Almost 50 world leaders accepted the invitation of Israeli president Reuven Rivlin and the Yad Vashem holocaust memorial museum to attend, including US vice president Mike Pence, Russian president Vladimir Putin, Britain’s prince Charles, German president Frank-Walter Steinmeier and French president Emmanuel Macron.
President Michael D Higgins was unable to attend the event but did forward a letter of support to the gathering, organisers said.
A list of attendees was issued which initially included Mr Higgins’ name but the organisers stressed that this was a mistake.
A spokesperson for Yad Vashem rejected any suggestion of an Irish snub and noted that other dignitaries who had been invited were also unable to attend.
Despite the fact that Mr Higgins was unable to attend, Irish officials stressed the importance of the gathering and noted the President would travel to Poland next week for a commemoration event at Auschwitz.
Ireland also participated in last Sunday’s meeting in Brussels of the International Holocaust Remembrance Alliance which universally adopted a declaration honouring the victims of the Holocaust and committed to a world without genocide.
Established in occupied Poland during the spring of 1940, Auschwitz originally served as a concentration camp for Polish prisoners. After two years, it became Nazi Germany’s most deadly extermination camp.
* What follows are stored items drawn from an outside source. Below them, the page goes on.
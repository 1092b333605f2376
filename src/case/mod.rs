//! The case file: what to read, which offsets to try, which methods to use, where to write.
//!
//! TOML, documented in README.md ("The case file"). Unknown keys are errors, so a misspelt
//! setting never silently falls back to a default. Paths are relative to the case file's folder.
//! A case lists its model runs as `[[member]]` tables; this version runs one member per case.

use crate::diagnose::{Methods, PtypeMethod, SlrMethod};
use crate::read::region::{Region, RegionError};
use crate::scenario::{parse_offsets, Axes, OffsetError};
use crate::shift::Taper;
use crate::summarise::coverage::{check_min_coverage, DEFAULT_MIN_COVERAGE};
use crate::summarise::weights::{read_weights_csv, scenario_weights, ExplicitWeight, TrackPrior};
use serde::Deserialize;
use std::path::{Path, PathBuf};

/// Why a case cannot be run.
#[derive(Debug, thiserror::Error)]
pub enum CaseError {
    /// The case file could not be read.
    #[error("{path}: cannot read the case file: {source}")]
    Io {
        /// The case file.
        path: PathBuf,
        /// The cause.
        source: std::io::Error,
    },
    /// TOML syntax, an unknown key or a value of the wrong type.
    #[error("{path}: {message}")]
    Syntax {
        /// The case file.
        path: PathBuf,
        /// The parser's message, with line and column.
        message: String,
    },
    /// A command-line option has a value that cannot work (exit code 2, a bad command line,
    /// not a bad case file).
    #[error("option '{flag}': {what}")]
    Flag {
        /// The option, e.g. `--units`.
        flag: String,
        /// What is wrong and what was expected.
        what: String,
    },
    /// A setting has a value that cannot work.
    #[error("{path}: '{field}': {what}")]
    Invalid {
        /// The case file (or `command line`).
        path: PathBuf,
        /// The setting, e.g. `offsets.cross_km` or `member[0].steps[3]`.
        field: String,
        /// What is wrong and what was expected.
        what: String,
    },
}

/// An offset list: a range/list string (`"-100:100:10"`) or an array of numbers.
#[derive(Debug, Deserialize, Clone)]
#[serde(untagged)]
pub enum OffsetList {
    /// `"-100:100:10"`, `"-50,0,50"`.
    Text(String),
    /// `[-50, 0, 50]`.
    Numbers(Vec<f64>),
}

/// A list of step files or a pattern with one `*` in the file name.
#[derive(Debug, Deserialize, Clone)]
#[serde(untagged)]
pub enum StepFiles {
    /// `"fields/step_*.tif"`, expanded in name order.
    Pattern(String),
    /// Explicit files in time order.
    List(Vec<String>),
}

/// One model run (a model, or one cycle of it).
#[derive(Debug, Deserialize, Clone)]
#[serde(deny_unknown_fields)]
pub struct MemberFile {
    /// A short name for tables and the manifest.
    pub name: String,
    /// GeoTIFF with `surface_altitude`, m.
    pub terrain: Option<String>,
    /// One GeoTIFF per time step.
    pub steps: Option<StepFiles>,
    /// Model output instead of `terrain` + `steps`: GRIB2 files (or, with the `gdal` feature,
    /// any raster GDAL reads) as a folder, a pattern with one `*`, a file, or a list of these;
    /// fields, levels and times are found in them.
    pub model: Option<StepFiles>,
    /// How to read `model`: `"grib2"` (the pure-Rust reader), `"gdal"` (any raster GDAL reads,
    /// in a build with the `gdal` feature) or, when absent, found from the files' first octets.
    pub format: Option<String>,
    /// Storm track (CSV or GeoJSON), or `"find"` to follow the low in the model's sea-level
    /// pressure; needed unless only the zero offset is run.
    pub track: Option<String>,
}

/// `[offsets]`.
#[derive(Debug, Deserialize, Clone, Default)]
#[serde(deny_unknown_fields)]
pub struct OffsetsFile {
    /// Cross-track offsets, km, positive to the left of the motion.
    pub cross_km: Option<OffsetList>,
    /// Along-track offsets, km, positive ahead.
    pub along_km: Option<OffsetList>,
    /// Time offsets, hours, positive when the storm comes later.
    pub timing_h: Option<OffsetList>,
    /// Factors on the precipitation.
    pub intensity: Option<OffsetList>,
    /// Warm-layer biases, K, added between the ground and 500 hPa.
    pub warm_bias_k: Option<OffsetList>,
}

/// `[shift]`.
#[derive(Debug, Deserialize, Clone, Default)]
#[serde(deny_unknown_fields)]
pub struct ShiftFile {
    /// Full displacement within this distance of the low centre, km.
    pub core_radius_km: Option<f64>,
    /// No displacement beyond this distance, km.
    pub outer_radius_km: Option<f64>,
    /// Lapse rate for moving 2 m temperature over different terrain, K/km.
    pub lapse_rate_k_per_km: Option<f64>,
}

/// `[methods]`.
#[derive(Debug, Deserialize, Clone, Default)]
#[serde(deny_unknown_fields)]
pub struct MethodsFile {
    /// `energy-area`, `partial-thickness` or `surface-logistic`.
    pub precip_type: Option<String>,
    /// `fixed`, `max-column-temperature` or `growth-zone`.
    pub snow_ratio: Option<String>,
    /// The ratio for `fixed`.
    pub fixed_ratio: Option<f64>,
    /// Dry air below the cloud takes its share first (default true).
    pub dry_air: Option<bool>,
}

/// `[output]`.
#[derive(Debug, Deserialize, Clone, Default)]
#[serde(deny_unknown_fields)]
pub struct OutputFile {
    /// Output folder.
    pub folder: Option<String>,
    /// `metric` (cm, mm) or `us` (inches).
    pub units: Option<String>,
    /// `float32` (default) or `int16` (scaled, about half the size).
    pub raster_type: Option<String>,
    /// Snowfall isoband thresholds in the output units, increasing (default: `thresholds`).
    pub snowfall_bands: Option<Vec<f64>>,
    /// Snowfall thresholds for the exceedance probabilities, in the output units.
    pub thresholds: Option<Vec<f64>>,
    /// Ice-accretion thresholds for the exceedance probabilities, in the output liquid units.
    pub ice_thresholds: Option<Vec<f64>>,
}

/// `[weights]`: the prior over track offsets.
#[derive(Debug, Deserialize, Clone, Default)]
#[serde(deny_unknown_fields)]
pub struct WeightsFile {
    /// Gaussian σ across the track, km (from the user's own verification of track error).
    pub cross_sigma_km: Option<f64>,
    /// Gaussian σ along the track, km.
    pub along_sigma_km: Option<f64>,
    /// Explicit weights, one per offset of the run.
    pub explicit: Option<Vec<ExplicitWeight>>,
    /// Explicit weights from a CSV (`cross_km,along_km,weight`).
    pub explicit_file: Option<String>,
    /// Least share of the prior's weight with data for a cell to be summarised (0 < x ≤ 1).
    pub min_coverage: Option<f64>,
}

/// The case file as written.
#[derive(Debug, Deserialize, Clone)]
#[serde(deny_unknown_fields)]
pub struct CaseFile {
    /// What the case is.
    pub title: String,
    /// Towns CSV (`name,lat,lon`).
    pub towns: Option<String>,
    /// Read and compute only this lon/lat box of the model grid: `[W, S, E, N]`, degrees.
    pub region: Option<[f64; 4]>,
    /// The model runs.
    pub member: Vec<MemberFile>,
    /// Offsets to explore.
    #[serde(default)]
    pub offsets: OffsetsFile,
    /// How the displacement is spread.
    #[serde(default)]
    pub shift: ShiftFile,
    /// Methods.
    #[serde(default)]
    pub methods: MethodsFile,
    /// Outputs.
    #[serde(default)]
    pub output: OutputFile,
    /// The prior over track offsets.
    #[serde(default)]
    pub weights: WeightsFile,
}

/// Output units.
#[derive(Clone, Copy, Debug, PartialEq, serde::Serialize)]
#[serde(rename_all = "lowercase")]
pub enum Units {
    /// Snowfall in cm, liquid in mm.
    Metric,
    /// Snowfall and liquid in inches.
    Us,
}

impl Units {
    /// Parses `metric` or `us`.
    pub fn parse(s: &str) -> Option<Self> {
        match s.trim().to_ascii_lowercase().as_str() {
            "metric" => Some(Self::Metric),
            "us" => Some(Self::Us),
            _ => None,
        }
    }
    /// Converts snow depth from mm to the output unit.
    pub fn snow(&self, mm: f32) -> f32 {
        match self {
            Self::Metric => mm / 10.0,
            Self::Us => mm / 25.4,
        }
    }
    /// Converts liquid depth from mm (kg m⁻²) to the output unit.
    pub fn liquid(&self, mm: f32) -> f32 {
        match self {
            Self::Metric => mm,
            Self::Us => mm / 25.4,
        }
    }
    /// Unit of snow depth.
    pub fn snow_unit(&self) -> &'static str {
        match self {
            Self::Metric => "cm",
            Self::Us => "in",
        }
    }
    /// Unit of liquid depth.
    pub fn liquid_unit(&self) -> &'static str {
        match self {
            Self::Metric => "mm",
            Self::Us => "in",
        }
    }
    /// A distance as the outputs write it: km in metric; in US units the miles follow in
    /// brackets, since offsets are set in km (1 mi = 1.609344 km, the international mile).
    ///
    /// ```
    /// use trackswing::case::Units;
    /// assert_eq!(Units::Metric.distance(40.0), "40 km");
    /// assert_eq!(Units::Us.distance(40.0), "40 km (25 mi)");
    /// assert_eq!(Units::Us.distance(7.5), "7.5 km (4.7 mi)");
    /// ```
    pub fn distance(&self, km: f64) -> String {
        let text = |v: f64, digits: usize| {
            let s = format!("{v:.digits$}");
            if s.contains('.') {
                s.trim_end_matches('0').trim_end_matches('.').to_string()
            } else {
                s
            }
        };
        let k = text(km, 3);
        match self {
            Self::Metric => format!("{k} km"),
            Self::Us => {
                let mi = km / 1.609_344;
                let digits = if mi.abs() < 10.0 { 1 } else { 0 };
                format!("{k} km ({} mi)", text(mi, digits))
            }
        }
    }
    /// Converts a snow depth in the output unit to mm.
    pub fn snow_to_mm(&self, v: f64) -> f64 {
        match self {
            Self::Metric => v * 10.0,
            Self::Us => v * 25.4,
        }
    }
    /// Converts a liquid (or ice) depth in the output unit to mm.
    pub fn liquid_to_mm(&self, v: f64) -> f64 {
        match self {
            Self::Metric => v,
            Self::Us => v * 25.4,
        }
    }
}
An estimated 1.1 million Jewish adults and children and over 200,000 Poles, Roma, Soviet POWs and others including homosexuals, perished there between 1940-1945.
According to Mr Rivlin, the purpose of the Jerusalem gathering was “to think about how to pass on Holocaust remembrance to generations who will live in a world without survivors, and what steps we must take to ensure the safety and security of Jews, all around the world”.
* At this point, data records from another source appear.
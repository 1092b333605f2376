//! A finished run as verification reads it back from its output folder: the scenarios with
//! every axis and weight (from `manifest.json`, or for several members from the band metadata
//! of `snowfall_by_member_scenario.tif`), the per-scenario snowfall stack, the run as issued
//! (`snowfall_baseline.tif`), the grid rebuilt from the GeoTIFFs' georeferencing, the snow unit
//! and thresholds. Nothing of the run is recomputed.

use super::VerifyError;
use crate::geotiff::{read_geotiff, Raster};
use crate::grid::Grid;
use crate::units::Units;
use serde_json::Value;
use std::path::Path;

/// One scenario of the run: its axes, what it is in words and its weight.
#[derive(Clone, Debug, PartialEq)]
pub struct ScenarioAxes {
    /// Offset across the track, km, positive to the left of the motion.
    pub cross_km: f64,
    /// Offset along the track, km, positive ahead.
    pub along_km: f64,
    /// Time offset, h, positive when the storm comes later.
    pub timing_h: f64,
    /// Factor on the precipitation.
    pub intensity: f64,
    /// Temperature bias, K.
    pub warm_bias_k: f64,
    /// The member, in a run of several members or methods.
    pub member: Option<String>,
    /// Precipitation-type method, in a run of several members or methods.
    pub precip_type: Option<String>,
    /// Snow-to-liquid ratio method, in a run of several members or methods.
    pub snow_ratio: Option<String>,
    /// In words (the stack's band description without its leading "snowfall, ").
    pub label: String,
    /// Weight in the run's weighted summaries (adding up to 1 over the scenarios).
    pub weight: f64,
}

/// What verification needs of a finished run.
pub struct FinishedRun {
    /// The output grid.
    pub grid: Grid,
    /// The run's output units; every snow value here is in `units.snow_unit()`.
    pub units: Units,
    /// Every scenario, in the order of the stack's bands.
    pub scenarios: Vec<ScenarioAxes>,
    /// Snowfall per scenario (output snow units, NaN = missing).
    pub stack: Vec<Vec<f32>>,
    /// The run as issued (output snow units).
    pub baseline: Vec<f32>,
    /// The snow thresholds of the exceedance layers, output snow units.
    pub thresholds: Vec<f64>,
    /// Least share of the weight with data for a weighted summary (the run's `min_coverage`).
    pub min_coverage: f64,
    /// The stack file read (for the outputs' descriptions).
    pub stack_file: &'static str,
}

fn raster(dir: &Path, file: &str) -> Result<Raster, VerifyError> {
    let path = dir.join(file);
    read_geotiff(&path).map_err(|e| VerifyError::Run {
        path,
        what: e.to_string(),
    })
}

fn band_item<'a>(items: &'a [(String, String)], key: &str) -> Option<&'a str> {
    items
        .iter()
        .find(|(k, _)| k == key)
        .map(|(_, v)| v.as_str())
}

/// Reads the run in `dir`.
pub fn read_run(dir: &Path) -> Result<FinishedRun, VerifyError> {
    let mpath = dir.join(crate::write::folder::MANIFEST);
    let missing = |field: &str| VerifyError::Manifest {
        path: mpath.clone(),
        field: field.to_string(),
    };
    let text = std::fs::read_to_string(&mpath).map_err(|e| VerifyError::Run {
        path: mpath.clone(),
        what: e.to_string(),
    })?;
    let m: Value = serde_json::from_str(&text).map_err(|e| VerifyError::Run {
        path: mpath.clone(),
        what: format!("not JSON: {e}"),
    })?;
    if m.get("trackswing_version").is_none() {
        return Err(missing("trackswing_version"));
    }
    let units = m["units"]
        .as_str()
        .and_then(Units::parse)
        .ok_or_else(|| missing("units"))?;
    let numbers = |v: &Value, field: &str| -> Result<Vec<f64>, VerifyError> {
        v.as_array()
            .and_then(|a| a.iter().map(Value::as_f64).collect::<Option<Vec<f64>>>())
            .ok_or_else(|| missing(field))
    };
    let thresholds = numbers(
        &m["decisions"]["snow_thresholds"],
        "decisions.snow_thresholds",
    )?;
    let min_coverage = m["decisions"]["min_coverage"]
        .as_f64()
        .ok_or_else(|| missing("decisions.min_coverage"))?;
    let several = m.get("ensemble").is_some_and(|e| !e.is_null());
    let stack_file = if several {
        "snowfall_by_member_scenario.tif"
    } else {
        "snowfall_by_scenario.tif"
    };
    let stack = raster(dir, stack_file)?;
    let base = raster(dir, "snowfall_baseline.tif")?;
    let stack_path = dir.join(stack_file);
    let bad_band = |band: usize, what: String| VerifyError::Run {
        path: stack_path.clone(),
        what: format!("band {}: {what}", band + 1),
    };
    if (base.width, base.height, base.georef) != (stack.width, stack.height, stack.georef) {
        return Err(VerifyError::Run {
            path: dir.join("snowfall_baseline.tif"),
            what: format!("not on the grid of {stack_file}"),
        });
    }
    let listed = m["scenarios"]
        .as_array()
        .ok_or_else(|| missing("scenarios"))?;
    if !several && listed.len() != stack.bands.len() {
        return Err(VerifyError::Run {
            path: stack_path.clone(),
            what: format!(
                "{} bands, but the manifest lists {} scenarios",
                stack.bands.len(),
                listed.len()
            ),
        });
    }
    let mut scenarios = Vec::with_capacity(stack.bands.len());
    for (b, items) in stack.band_metadata.iter().enumerate() {
        let axis = |key: &str| -> Result<f64, VerifyError> {
            band_item(items, key)
                .and_then(|v| v.parse::<f64>().ok())
                .ok_or_else(|| bad_band(b, format!("no number '{key}' in its metadata")))
        };
        let text = |key: &str| -> Result<Option<String>, VerifyError> {
            if !several {
                return Ok(None);
            }
            band_item(items, key)
                .map(|v| Some(v.to_string()))
                .ok_or_else(|| bad_band(b, format!("no '{key}' in its metadata")))
        };
        let weight = if several {
            axis("weight")?
        } else {
            listed[b]["weight"]
                .as_f64()
                .ok_or_else(|| missing(&format!("scenarios[{b}].weight")))?
        };
        let description = stack.descriptions.get(b).cloned().unwrap_or_default();
        scenarios.push(ScenarioAxes {
            cross_km: axis("cross_km")?,
            along_km: axis("along_km")?,
            timing_h: axis("timing_h")?,
            intensity: axis("intensity")?,
            warm_bias_k: axis("warm_bias_k")?,
            member: text("member")?,
            precip_type: text("precip_type")?,
            snow_ratio: text("snow_ratio")?,
            label: description
                .strip_prefix("snowfall, ")
                .unwrap_or(&description)
                .to_string(),
            weight,
        });
    }
    if scenarios.len() != stack.bands.len() {
        return Err(VerifyError::Run {
            path: stack_path,
            what: "band metadata missing".into(),
        });
    }
    let total: f64 = scenarios.iter().map(|s| s.weight).sum();
    if total.is_nan()
        || total <= 0.0
        || scenarios
            .iter()
            .any(|s| s.weight.is_nan() || s.weight < 0.0)
    {
        return Err(VerifyError::Run {
            path: stack_path,
            what: "the scenarios' weights are not positive numbers".into(),
        });
    }
    for s in &mut scenarios {
        s.weight /= total;
    }
    let grid =
        Grid::new(stack.width, stack.height, stack.georef).map_err(|e| VerifyError::Run {
            path: dir.join(stack_file),
            what: e.to_string(),
        })?;
    let baseline = base.bands.into_iter().next().unwrap_or_default();
    Ok(FinishedRun {
        grid,
        units,
        scenarios,
        stack: stack.bands,
        baseline,
        thresholds,
        min_coverage,
        stack_file,
    })
}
However, the organisers’ efforts to keep the event free from politics failed when Polish president Andrzej Duda boycotted the event after he was not included in the list of speakers.
“It turns out that presidents Putin, Steinmeier and Macron will be speaking, but the Polish president will not. I do not agree to this,” he said.
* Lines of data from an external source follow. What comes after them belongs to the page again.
#[cfg(test)]
mod tests {
    use super::super::quantiles::{prepare, summary};
    use super::*;

    fn decision(base: f32, snowfall: Vec<f32>, flip: FlipSearch) -> TownDecision {
        let mut pairs: Vec<(f64, f64)> = snowfall.iter().map(|v| (*v as f64, 1.0)).collect();
        prepare(&mut pairs, 1.0).unwrap();
        TownDecision {
            name: "T".into(),
            lat: 0.0,
            lon: 0.0,
            onset_shift_h: (f64::NAN, f64::NAN),
            baseline: CellTotals {
                liquid: 18.0,
                snow_liquid: 18.0,
                snowfall: base,
                ice_pellets: 0.0,
                freezing_rain: 0.0,
            },
            extremes: extremes(&snowfall),
            snow: Some(summary(&pairs)),
            snowfall,
            snow_exceedance: vec![],
            ice_baseline: 0.0,
            ice: None,
            ice_exceedance: vec![],
            flip,
            sensitivity_cross: 0.0,
            sensitivity_along: 0.0,
            score: 0.0,
        }
    }

    #[test]
    fn sentence_reads_the_numbers() {
        // Five offsets −40…40 km with equal weights; snowfall 200, 190, 180, 60, 40 mm.
        // Hazen positions 0.1…0.9: P10 = 40 mm (reached first at +40 km), P90 = 200 mm
        // (reached first at −40 km).
        let sc = crate::scenario::scenario_set(&[-40.0, -20.0, 0.0, 20.0, 40.0], &[0.0]);
        let flip = FlipSearch::Flip(super::super::sensitivity::Flip {
            distance_km: 20.0,
            scenario: 3,
            cross_km: 20.0,
            along_km: 0.0,
            kind: FlipKind::Type,
            to: Some(Ptype::Rain),
            snowfall: 60.0,
        });
        let t = decision(180.0, vec![200.0, 190.0, 180.0, 60.0, 40.0], flip);
        assert_eq!(
            sentence(&t, &ScenarioNames::single(&sc), Units::Metric),
            "18 cm as modelled; 4.0 cm or less if the low tracks 40 km left; 20 cm or more if it tracks 40 km right; turns mostly to rain with the low 20 km left; 4.0–20 cm over all offsets run."
        );
        let t = decision(
            180.0,
            vec![185.0, 182.0, 180.0, 178.0, 175.0],
            FlipSearch::Never,
        );
        let s = sentence(&t, &ScenarioNames::single(&sc), Units::Us);
        assert_eq!(
            s,
            "7.1 in as modelled; no change of type, halving or doubling within the offsets run (up to 40 km (25 mi)); 6.9–7.3 in over all offsets run."
        );
        // No snow anywhere: no range to give (it once read "0–no snow").
        let t = decision(0.0, vec![0.0; 5], FlipSearch::Never);
        let s = sentence(&t, &ScenarioNames::single(&sc), Units::Metric);
        assert!(s.ends_with("; no snow in any offset run."), "{s}");
        assert!(!s.contains('–'), "{s}");
    }

    #[test]
    fn score_ranks_relative_spread() {
        // 10 cm forecast, likely 2–22 cm: spread 20 cm = 2× the forecast.
        assert_eq!(bust_score(20.0, 220.0, 100.0), 2.0);
        // 60 cm forecast with the same spread: a third.
        assert!((bust_score(500.0, 700.0, 600.0) - 1.0 / 3.0).abs() < 1e-12);
        assert!(bust_score(f64::NAN, 1.0, 1.0).is_nan());
    }
}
Mr Putin has accused Poland of collaborating with Nazi Germany and of having acted in an anti-Semitic way at the start of the war.
Mr Duda’s spokesman, Blazej Spychalski, said the president would have attended if he could speak. “[But] a situation in which the Polish president will sit and listen to the lying, false words of president Putin, without having the possibility to reply, is not good.”
Israel’s foreign minister Yisrael Katz, himself the son of Holocaust survivors, described the Jerusalem event as “the largest diplomatic event in the Israel’s history.”
Security is tight and Jerusalem residents are bracing for two days of traffic chaos with many roads closed off.